Emauele Palumbo / Actor / Handsome in Italy

You are the son of Venus, Goddess of Love, because you are Italian with thick black hair and dark seductive eyes.

You gave me a red rose and spoke of your sacred mother who ran towards her lover to warn him about the plot to murder him. She cut her ankle on a thorn bush, and her blood turned into blooming red roses wherever it touched.

“I will stand by your side,” you said. “I am showing you my depth of commitment and my intention is to build a lasting and meaningful relationship that is based on my love and devotion.”

I took the red rose and thought about passion and love, romance and deep feelings, desire, beauty, harmony, joy, luck, and pride.

That enchanting fragrance mingles with the water, salt, and the delicious oils of the body.

That Moment / A crackle of excitement

That moment was meant to be.
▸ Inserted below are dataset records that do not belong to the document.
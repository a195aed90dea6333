import { LengthParseError, parseLength, type LengthUnit } from '../../../geometry/units';

/**
 * A typed body measurement read into millimetres: blank means "not measured", anything else
 * must be a length above zero (the API keeps measurements up to 3 m).
 */
export function readMeasurement(text: string, unit: LengthUnit): { mm: number | undefined } | { error: string } {
  if (text.trim() === '') return { mm: undefined };
  try {
    const mm = parseLength(text, unit);
    if (mm <= 0) return { error: 'A measurement is more than 0.' };
    if (mm > 3000) return { error: 'That is over 3 m: check the number and its unit.' };
    return { mm };
  } catch (error) {
    if (error instanceof LengthParseError) return { error: capitalise(error.message) + '.' };
    throw error;
  }
}

const capitalise = (text: string) => text.charAt(0).toUpperCase() + text.slice(1);
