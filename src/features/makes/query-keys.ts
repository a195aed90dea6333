/**
 * Keys of the makes feature: makes (`all → list(params) → detail(id)`, revisions under a make),
 * and the two lists the new-make form chooses from (measurement profiles, patterns).
 */
export type MakesListParams = { archived: boolean };

export const makeKeys = {
  all: ['makes'] as const,
  lists: () => [...makeKeys.all, 'list'] as const,
  list: (params: MakesListParams) => [...makeKeys.lists(), params] as const,
  details: () => [...makeKeys.all, 'detail'] as const,
  detail: (id: string) => [...makeKeys.details(), id] as const,
  revisions: (id: string) => [...makeKeys.detail(id), 'revisions'] as const,
  revision: (id: string, number: number) => [...makeKeys.revisions(id), number] as const,
};

export const profileKeys = {
  all: ['profiles'] as const,
  list: () => [...profileKeys.all, 'list'] as const,
};

export type PatternScope = 'mine' | 'library';

/** The patterns a make can start from, as the makes feature reads them (summaries only). */
export const patternChoiceKeys = {
  all: ['pattern-choices'] as const,
  list: (scope: PatternScope) => [...patternChoiceKeys.all, scope] as const,
};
A crackle of excitement that bubbled up and brought with it the unwatered lust of these desert years

The music don’t feel like it did when I felt it with you


I heard Womack & Womack singing Teardrops.

“Footsteps on the dance floor, remind me baby of you,
Teardrops in my eyes, next time I’ll be true.”

Whenever I hear that song, I think of you. 

We heard them singing it live
and they wore yellow raincoats
because it was cold and rainy.

And that song still makes me think of you.

I ask myself questions.
How the fuck did we adopt you?
Where did you come from?

Blue jeans, leather jacket, and slicked back hair.
Skinny as a rake and nice legs that were shit at football.

We called you Boy.
Because you were young and cheeky,
naive, impressionable, eager,
and needed someone to look after you.

Things went wrong in London, 
something to do with drugs,
and you reached out to us.

We were the big brothers you never had.
Shaping your life, leading you astray.
Pumping your ambitions. 
Picking you up when you fell.

Your parents loved us and thanked us.

“And the music don’t feel like it did when I felt it with you,
Nothing that I do or feel ever feels like I felt it with you.”

When you wanted to go out.
Just the two of us.
Week after week.
Somewhere quiet to talk.
Something to say.
But we never said what we wanted to.

That obsession with Dirty Dancing.
It played in that white car of yours,
and Belinda Carlisle sat in the back seat
singing Circle in the Sand.
But there was only us.

When your head rested in my lap, 
and your hand squeezed my thigh
and stroked my leg. 
They said you were drunk,
but I knew different.
I went to bed happy.
I can still feel that gentle hand.

When you went to a sauna,
and begged me to go.
An excitable boy who wanted to learn.
But I wouldn’t go because I wanted to do whatever they did to you.
I didn’t tell you that, and I regret it.

That afternoon in the rain,
when Womack and Womack sang Teardrops,
I should have said come home with me.
Stay in my single bed.
Let me hold you and care for you and love you.
Because I think you would have done,
and everything might have been different.